Exercise requirements – Copy exactly the lines of the material below that run from the one containing "static final String COLUMN_EDGE_FAIL" through the one containing "static final String BAR_X". Copy no other lines.

=== Begin Enclosure ===

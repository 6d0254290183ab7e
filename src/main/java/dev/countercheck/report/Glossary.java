package dev.countercheck.report;

import com.fasterxml.jackson.databind.JsonNode;
import com.fasterxml.jackson.databind.ObjectMapper;
import com.fasterxml.jackson.dataformat.yaml.YAMLFactory;

import java.io.IOException;
import java.io.InputStream;
import java.io.UncheckedIOException;
import java.util.ArrayList;
import java.util.HashSet;
import java.util.Iterator;
import java.util.LinkedHashMap;
import java.util.List;
import java.util.Map;
import java.util.Optional;
import java.util.Set;
import java.util.regex.Pattern;

/**
 * The meaning of every symbol the calculations write, declared once in {@code report/symbols.yaml} and read
 * by the derivation renderer ({@link Derivation}), which defines each symbol at its first use in a check's
 * derivation. A symbol means one thing, or one thing per group of checks (a glob on the check id, {@code *}
 * for the rest: the a of the pile-reaction plane is not the a of a control perimeter; a glob that names the
 * element type, {@code pad-footing/*}, holds for that type's checks alone: a pad's φ is a bar's, never a pile's);
 * a {@code #} in a symbol
 * stands for a number ({@code P#} is P1, P2, ...). The file also lists the words a formula's text may hold
 * that are not symbols ("over", "max"). Read once, at the first report; the review itself never reads it.
 */
final class Glossary {

    static final String RESOURCE = "/report/symbols.yaml";

    /** How many answers of each kind are kept: the checks and symbols of a review need a few hundred. */
    private static final int MEMO_LIMIT = 8192;

    private static final class Bundled {
        static final Glossary INSTANCE = read(RESOURCE);
    }

    private final Map<String, List<Meaning>> exact;
    private final Map<Pattern, List<Meaning>> numbered;
    private final Set<String> words;
    /** {@link #meaning} by symbol and element type/check id, joined by a line break (neither holds one). */
    private final Memo<Optional<String>> meanings = new Memo<>(this::lookUp, MEMO_LIMIT);
    private final Memo<List<String>> formulaSymbols =
            new Memo<>(formula -> List.copyOf(FormulaSymbols.in(formula, this)), MEMO_LIMIT);

    private record Meaning(Pattern checks, String text) {
    }

    private Glossary(Map<String, List<Meaning>> exact, Map<Pattern, List<Meaning>> numbered, Set<String> words) {
        this.exact = exact;
        this.numbered = numbered;
        this.words = words;
    }

    /** The glossary shipped in the jar. */
    static Glossary bundled() {
        return Bundled.INSTANCE;
    }

    /** What {@code symbol} means in check {@code checkId} of an element of {@code elementType}, when the glossary defines it. */
    Optional<String> meaning(String symbol, String elementType, String checkId) {
        return meanings.get(symbol + "\n" + elementType + "/" + checkId);
    }

    /** The symbols of {@code formula} ({@link FormulaSymbols#in}, with this glossary's words left out). */
    List<String> symbolsIn(String formula) {
        return formulaSymbols.get(formula);
    }

    private Optional<String> lookUp(String symbolAndCheck) {
        int split = symbolAndCheck.lastIndexOf('\n');
        String symbol = symbolAndCheck.substring(0, split);
        String checkId = symbolAndCheck.substring(split + 1);
        List<Meaning> meanings = exact.get(symbol);
        if (meanings == null) {
            meanings = numbered.entrySet().stream().filter(e -> e.getKey().matcher(symbol).matches())
                    .map(Map.Entry::getValue).findFirst().orElse(List.of());
        }
        return meanings.stream().filter(m -> m.checks.matcher(checkId).matches()).map(Meaning::text).findFirst();
    }

    /** Whether {@code token} is a word of a formula's text, never a symbol. */
    boolean isWord(String token) {
        return words.contains(token);
    }

    /** Every symbol the glossary declares, as written in the file. */
    Set<String> symbols() {
        Set<String> all = new HashSet<>(exact.keySet());
        numbered.keySet().forEach(p -> all.add(p.pattern()));
        return all;
    }

    static Glossary read(String resource) {
        try (InputStream in = Glossary.class.getResourceAsStream(resource)) {
            if (in == null) {
                throw new IllegalStateException("the glossary " + resource + " is missing from the jar");
            }
            JsonNode root = new ObjectMapper(new YAMLFactory()).readTree(in);
            Map<String, List<Meaning>> exact = new LinkedHashMap<>();
            Map<Pattern, List<Meaning>> numbered = new LinkedHashMap<>();
            for (Iterator<Map.Entry<String, JsonNode>> it = root.path("symbols").fields(); it.hasNext(); ) {
                Map.Entry<String, JsonNode> e = it.next();
                List<Meaning> meanings = meanings(e.getValue());
                if (e.getKey().contains("#")) {
                    numbered.put(Pattern.compile(Pattern.quote(e.getKey()).replace("#", "\\E\\d+\\Q")), meanings);
                } else {
                    exact.put(e.getKey(), meanings);
                }
            }
            Set<String> words = new HashSet<>();
            root.path("words").forEach(w -> words.add(w.asText()));
            return new Glossary(exact, numbered, words);
        } catch (IOException e) {
            throw new UncheckedIOException(e);
        }
    }

    /** One meaning for every check, or one per glob of check ids in the order written. */
    private static List<Meaning> meanings(JsonNode node) {
        List<Meaning> list = new ArrayList<>();
        if (node.isTextual()) {
            list.add(new Meaning(Pattern.compile(".*"), node.asText()));
        } else {
            node.fields().forEachRemaining(e -> list.add(new Meaning(glob(e.getKey()), e.getValue().asText())));
        }
        return List.copyOf(list);
    }

    /**
     * A glob over {@code <element type>/<check id>} (several separated by spaces): {@code *} any run of characters;
     * a glob without {@code /} is one over check ids, of any element type.
     */
    private static Pattern glob(String globs) {
        List<String> parts = new ArrayList<>();
        for (String g : globs.trim().split("\\s+")) {
            parts.add((g.contains("/") ? "" : "[^/]*/") + Pattern.quote(g).replace("*", "\\E.*\\Q"));
        }
        return Pattern.compile(String.join("|", parts));
    }
}
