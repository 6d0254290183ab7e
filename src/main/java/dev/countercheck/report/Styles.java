package dev.countercheck.report;

/**
 * The drawings' look: colours, line weights and dash patterns, as SVG presentation attributes.
 * Each kind of item differs from the others by its line pattern as well as its colour, and an item
 * that fails is drawn heavy and dashed and carries a boxed tag, so that a print in grey still tells
 * them apart. The legend draws its samples from these same constants.
 */
final class Styles {

    /** The font of every drawing: a common sans-serif on screen; in the PDF the one it embeds ({@link PdfFonts#TEXT}). */
    static final String FONT = "Liberation Sans, DejaVu Sans Condensed, Arial, Helvetica, sans-serif";

    static final String INK = "#1f2a33";
    static final String FAIL_COLOUR = "#b3261e";

    static final String CAP = "fill=\"#efece4\" stroke=\"" + INK + "\" stroke-width=\"1.6\"";
    static final String CAP_SECTION = "fill=\"#e4e0d5\" stroke=\"" + INK + "\" stroke-width=\"1.6\"";
    static final String PILE = "fill=\"#fbfaf6\" stroke=\"" + INK + "\" stroke-width=\"1.3\"";
    static final String PILE_BELOW = "fill=\"#d8d2c4\" stroke=\"" + INK + "\" stroke-width=\"1.3\"";
    static final String PILE_FAIL = "fill=\"#fbfaf6\" stroke=\"" + FAIL_COLOUR
            + "\" stroke-width=\"3.2\" stroke-dasharray=\"7 3\"";
    static final String COLUMN_EDGE = "fill=\"none\" stroke=\"" + INK + "\" stroke-width=\"1.6\"";
    static final String COLUMN_EDGE_FAIL = "fill=\"none\" stroke=\"" + FAIL_COLOUR
            + "\" stroke-width=\"3.2\" stroke-dasharray=\"7 3\"";
    static final String HATCH_COLOUR = "#7d7566";
    static final String BAR_COLOUR = "#2f5d8a";
    static final String BAR_TOP_COLOUR = "#5f86ad";
    static final String BAR_X = "stroke=\"" + BAR_COLOUR + "\" stroke-width=\"0.9\"";
    static final String BAR_Y = "stroke=\"" + BAR_COLOUR + "\" stroke-width=\"0.9\" stroke-dasharray=\"10 2\"";
    static final String BAR_TOP = "stroke=\"" + BAR_TOP_COLOUR + "\" stroke-width=\"0.9\" stroke-dasharray=\"2 3\"";
    static final String BAR_FAIL = "stroke=\"" + FAIL_COLOUR + "\" stroke-width=\"1.3\" stroke-dasharray=\"7 3\"";
    static final String BAR_FILL = "fill=\"" + BAR_COLOUR + "\" stroke=\"none\"";
    static final String BAR_TOP_FILL = "fill=\"" + BAR_TOP_COLOUR + "\" stroke=\"none\"";
    static final String BAR_FILL_FAIL = "fill=\"" + FAIL_COLOUR + "\" stroke=\"" + FAIL_COLOUR + "\" stroke-width=\"1\"";
    static final String SHEAR = "stroke=\"#5b3f8c\" stroke-width=\"1.4\" stroke-dasharray=\"12 3 2 3\"";
    static final String SHEAR_FAIL = "stroke=\"" + FAIL_COLOUR + "\" stroke-width=\"3.2\" stroke-dasharray=\"7 3\"";
    static final String PERIMETER = "fill=\"none\" stroke=\"#16766a\" stroke-width=\"1.5\" stroke-dasharray=\"6 3\"";
    static final String PERIMETER_FAIL = "fill=\"none\" stroke=\"" + FAIL_COLOUR
            + "\" stroke-width=\"3.2\" stroke-dasharray=\"7 3\"";
    static final String SPREAD_LINE = "stroke=\"#8a6a12\" stroke-width=\"1\" stroke-dasharray=\"1.5 2\"";
    static final String SPREAD = "fill=\"none\" " + SPREAD_LINE;
    static final String SPREAD_POINT = "fill=\"#8a6a12\" stroke=\"none\"";
    static final String CUT = "stroke=\"" + INK + "\" stroke-width=\"0.9\" stroke-dasharray=\"18 3 3 3\"";
    static final String ARROW_HEAD = "fill=\"" + INK + "\"";
    static final String ARROW_SHAFT = "stroke=\"" + INK + "\" stroke-width=\"1\"";
    static final String LEADER = "stroke=\"#9aa1aa\" stroke-width=\"0.6\"";
    static final String DIMENSION = "stroke=\"#4d5560\" stroke-width=\"0.8\"";
    static final String DIMENSION_FAIL = "stroke=\"" + FAIL_COLOUR + "\" stroke-width=\"2\"";
    static final String BREAK = "fill=\"none\" stroke=\"" + INK + "\" stroke-width=\"1\"";
    static final String LABEL_BACK = "fill=\"#ffffff\" fill-opacity=\"0.85\" stroke=\"none\"";
    static final String TAG_BOX = "fill=\"#ffffff\" stroke=\"" + FAIL_COLOUR + "\" stroke-width=\"2\"";

    // No text of size 12: the PDF renderer's SVG module (openhtmltopdf 1.1.31) draws text of exactly the
    // size it registers its fonts at, 12, as a dot.
    static final String TEXT = "font-size=\"11\" fill=\"" + INK + "\"";
    static final String TEXT_SMALL = "font-size=\"9.5\" fill=\"#4d5560\"";
    static final String TEXT_PILE = "font-size=\"12.5\" font-weight=\"bold\" fill=\"" + INK + "\"";
    static final String TEXT_FAIL = "font-size=\"11\" font-weight=\"bold\" fill=\"" + FAIL_COLOUR + "\"";
    static final String TEXT_CUT = "font-size=\"13\" font-weight=\"bold\" fill=\"" + INK + "\"";

    private Styles() {
    }
}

=== End Enclosure ===

Result –
    static final String COLUMN_EDGE_FAIL = "fill=\"none\" stroke=\"" + FAIL_COLOUR
            + "\" stroke-width=\"3.2\" stroke-dasharray=\"7 3\"";
    static final String HATCH_COLOUR = "#7d7566";
    static final String BAR_COLOUR = "#2f5d8a";
    static final String BAR_TOP_COLOUR = "#5f86ad";
    static final String BAR_X = "stroke=\"" + BAR_COLOUR + "\" stroke-width=\"0.9\"";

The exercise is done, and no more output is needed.